Господь — наша помощь в былые века,
Надежда на дни, что грядут,
Он — наше прибежище в злые шторма,
Господь — наш предвечный приют [9].
Призрак в трюме спал, не слыша их пения.
А потом вновь опускался сумрак. Призрак восставал со своего кишащего блохами зловонного ложа и, точно одержимый, поглощал паек. Подле него оставляли в ведре еду, и, хотя кража съестного на «Звезде» была обычным делом, у Призрака ни разу ничего не украли.
Съеденное он запивал водой. Раз в двое суток брился. А потом облачался в ветхую шинель, точно в воинские доспехи, и уходил в ночь.
Пассажирские помещения в трюме располагались ровно под верхней палубой, полусгнившие доски их потолка были хрупкие, как галеты, спасавшие обитателей трюма от голодной смерти. И порой в трюме с наступлением темноты слышался стук его деревянных башмаков. От топота с потолка сыпались пыльные щепки, дети фыркали в кашу или не без удовольствия пугались. Некоторые матери, заметив их страх, не упускали случая пригрозить: «Если сию же минуту не исправишься и не сделаешь, что тебе говорят, отдам тебя уродливому господину, и он тебя съест».
Призрак не был уродлив, однако лицо его обычным не назовешь. Бледное, как молоко, несколько вытянутое: каталось, его черты заимствованы у разных мужчин. Изогнутый нос был длинноват. Уши немного топырились, точно у Арлекина. Волосы походили на безобразный черный одуванчик-переросток, словно принадлежали вурдалаку из пантомимы. Тусклые голубые глаза были сверхъестественно ясными, так что лицо его, несмотря на свою белизну, по сравнению с ними казалось смуглым. От него исходил запах влажного пепла, смешанный с душком человека, который давно в пути. Однако же Призрак содержал себя опрятнее многих: спутники его не раз видели, как он употреблял половину положенной ему воды, чтобы вымыть до смешного спутанные волосы, да еще так тщательно, будто дебютантка перед балом.

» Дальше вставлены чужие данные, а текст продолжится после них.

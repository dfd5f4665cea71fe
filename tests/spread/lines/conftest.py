"""A range whose shape is known, as a raster with a case over it."""

import numpy as np
import pytest

NORTHING = 5_100_000.0
CASE = """
sites_file = "sites.csv"
[terrain]
elevation_file = "ridge.tif"
[transect]
through = {{ easting_m = 500000, northing_m = {middle} }}
upwind_km = 50
downwind_km = 50
[incoming]
wind_from_deg = 270
station = {{ elevation_m = 10, temperature_c = 10, relative_humidity_percent = 60, pressure_hpa = 1010, wind_ms = 12 }}
[flow]
range_normal_deg = 270
"""


def _ridge_case(folder, sites, notch=0.5):
    """A case over a bell ridge along grid north, 2000 m high, with a pass in the middle."""
    import rasterio
    from rasterio.transform import from_origin

    x = (np.arange(220) + 0.5) * 500.0 - 55_000.0
    y = ((np.arange(240) + 0.5) * 500.0 - 60_000.0)[:, np.newaxis]
    ground = 2000.0 / (1.0 + (x / 10_000.0) ** 2) * (1.0 - notch * np.exp(-((y / 8000.0) ** 2)))
    with rasterio.open(
        folder / "ridge.tif",
        "w",
        driver="GTiff",
        height=240,
        width=220,
        count=1,
        dtype="float32",
        crs="EPSG:32632",
        transform=from_origin(445_000.0, NORTHING + 60_000.0, 500.0, 500.0),
    ) as out:
        out.write(ground.astype(np.float32), 1)
    rows = [f"{name},{x},{NORTHING + y}" for name, (x, y) in sites.items()]
    (folder / "sites.csv").write_text("name,easting_m,northing_m\n" + "\n".join(rows) + "\n")
    (folder / "case.toml").write_text(CASE.format(middle=NORTHING))
    return folder / "case.toml"


@pytest.fixture(scope="session")
def ridge_case():
    """Writes a case, a raster and sites into a folder, and gives the path of the case."""
    return _ridge_case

Скука — вот бог, что царствует в трюме, и беспокойство с унынием — верные его слуги. Эксцентричное поведение Призрака вскоре вызвало толки. Любое сборище людское, любую семью, любую компанию, любое племя, любой народ сплачивают не общие взгляды, а общие страхи, которые подчас оказываются куда важнее. Быть может, отвращение к чужакам скрывает тревогу, трепет перед тем, что случится, если разрушится связь, которая держит их вместе. Призрак годился трюму на роль чужака, уродца среди перепуганных нормальных людей. Его присутствие поддерживало химеру общности. И то, что он был так странен, лишь увеличивало его важность.

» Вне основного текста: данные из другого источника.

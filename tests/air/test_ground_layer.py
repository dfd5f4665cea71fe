"""The stagnant layer at the station's ground: found where it is, and nowhere else."""

from pathlib import Path

import numpy as np
import pytest

from orolift.air.column_build import air_from_levels, air_from_station
from orolift.air.ground_layer import NO_GROUND_LAYER, ground_layer
from orolift.air.humidity import mixing_ratio_from_dew_point_checked

REAL = Path(__file__).parents[1] / "data" / "real_crossings"  # origin and licence in its README


def layered(inversion, depth, low_wind, high_wind=12.0):
    """A column with an inversion of so many kelvins on its ground and 6.5 K per km above it."""
    z = np.array([0.0, 0.25, 0.5, 0.75, 1.0]) * depth
    z = np.concatenate([z, depth + np.array([150.0, 400.0, 900.0, 1900.0, 3500.0, 6000.0])])
    t = np.where(z <= depth, 272.0 + inversion * z / depth, 272.0 + inversion - 0.0065 * (z - depth))
    p = 95000.0 * np.exp(-z / 7900.0)
    wind = np.where(z <= depth, low_wind, high_wind)
    return air_from_levels(None, p, t, np.full(z.size, 1e-3), wind, np.zeros(z.size), elevation=500.0)


@pytest.mark.parametrize("depth", [120.0, 300.0, 700.0])
def test_depth_is_that_of_the_inversion(depth):
    """Invented inversions of 4 K: found to their top.

    rtol 3 %: the column's heights are worked out from pressure, so that its depths differ a little from the drawn ones;
    5 % on the deficit, because air brought down warms a little faster than g/cp in air colder than itself.
    """
    layer = ground_layer(layered(4.0, depth, 1.5))
    assert layer.depth == pytest.approx(depth, rel=0.03)
    assert layer.deficit == pytest.approx(4.0 + 0.00975 * depth, rel=0.05)  # brought down at g/cp
    assert layer.wind == pytest.approx(1.5, rel=1e-6)
    assert "kept out of the air that meets the range" in layer.note


def test_a_stable_layer_in_strong_wind_is_the_air_mass():
    """10 m/s in it and 12 above: nothing stagnates."""
    assert ground_layer(layered(4.0, 300.0, 10.0)) == NO_GROUND_LAYER


def test_a_layer_much_slower_than_the_air_above_stagnates():
    """5 m/s under 20 m/s: less than half."""
    assert ground_layer(layered(4.0, 300.0, 5.0, 20.0)).depth > 0.0


def test_it_does_not_reach_above_the_crest():
    """A crest 350 m above the ground: the layer ends at the level below it."""
    assert 0.0 < ground_layer(layered(4.0, 700.0, 1.0), crest=900.0).depth <= 400.0


def test_an_ordinary_column_has_none():
    """A station's column falls by 6.5 K per km: no layer, whatever the wind."""
    assert ground_layer(air_from_station(40.0, 1.0e5, 287.0, 0.006, 1.0, 0.0)) == NO_GROUND_LAYER


def test_an_inversion_aloft_is_no_ground_layer():
    """Well mixed to 600 m, then an inversion: the ground air is the air mass."""
    z = np.array([0.0, 200.0, 400.0, 600.0, 800.0, 1500.0, 3000.0, 5000.0])
    t = np.array([285.0, 283.0, 281.0, 279.0, 284.0, 280.0, 270.0, 257.0])
    p = 95000.0 * np.exp(-z / 7900.0)
    air = air_from_levels(None, p, t, np.full(8, 1e-3), np.full(8, 2.0), np.zeros(8), elevation=500.0)
    assert ground_layer(air) == NO_GROUND_LAYER


def real_air(name):
    """Column of a real sounding."""
    rows = np.genfromtxt(REAL / name, delimiter=",", skip_header=1, filling_values=np.nan)
    pressure, height, t, td, wind_from, speed = rows.T
    r, _ = mixing_ratio_from_dew_point_checked(pressure * 100, t + 273.15, td + 273.15)
    toward = np.radians(wind_from) + np.pi
    return air_from_levels(height, pressure * 100, t + 273.15, r, speed * np.sin(toward), speed * np.cos(toward))


def test_real_night_soundings_have_such_layers_and_real_afternoons_do_not():
    """Local solar hour of each pair: 3 to 7 h at 12 UTC in North America, mid-afternoon in the set of 1999.

    Pairs by their local hour of the lee station as listed with the data: afternoon 1, 8, 9, 10 (14.0 to 16.3 h), night 2
    and 3 (3.2 to 3.8 h, both with inversions from the ground in the sounding itself: temperature of level 2 above level 1).
    """
    for pair in ("pair_01", "pair_08", "pair_09", "pair_10"):
        assert ground_layer(real_air(f"{pair}/upwind.csv")).depth == 0.0
    found = 0
    for file in sorted([*REAL.glob("pair_*/upwind.csv"), *REAL.glob("pair_*/lee.csv")]):
        air = real_air(f"{file.parent.name}/{file.name}")
        layer = ground_layer(air)
        if layer.depth > 0.0:
            found += 1
            top = int(np.argmin(np.abs(air.height - air.height[0] - layer.depth)))
            lapse = -(air.temperature[top] - air.temperature[0]) / layer.depth
            assert lapse < 0.3e-3  # a rise of virtual potential temperature of 10 K/km leaves no fall of temperature
    assert found > 10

Слухи липли к нему, как ракушки к корпусу корабля. Одни утверждали, что в Ирландии он промышлял ростовщичеством («процентщик», как они говорили, презренная личность). Другие прозревали в нем бывшего хозяина работного дома, или подручного землевладельца, или солдата-дезертира. Свечник из Дублина уверял, что Призрак — актер, и клялся, что своими глазами видел, как тот играл своего тезку в «Гамлете», в Королевском театре на Брансуик-стрит. Две девицы из графства Фермана, которые никогда не смеялись, были уверены, что он отбывал срок в исправительном доме: слишком уж бесстрастно его лицо, слишком мозолисты его маленькие ладони. За нескрываемую боязнь дневного света и любовь к темноте одаренные богатым воображением прозвали его китогом, сверхъестественным существом из ирландских легенд, ребенком, рожденным феей от смертного, обладающим властью заклинать духов и налагать проклятья. Но кто он таков на самом деле, никто не знал, поскольку Призрак ничего о себе не рассказывал. Даже на самый банальный, незначительный вопрос откликался ворчанием, неизменно уклончивым или слишком уж тихим, а оттого непонятным. Однако словарный запас выдавал в нем человека ученого, несомненно знавшего грамоте, в отличие от прочего трюмного люда. И если кому из детей посмелее случалось к нему подойти, он читывал им удивительно нежным шепотом из крохотной книжки сказок, которую хранил в глубинах шинели и никогда не давал рассматривать или трогать.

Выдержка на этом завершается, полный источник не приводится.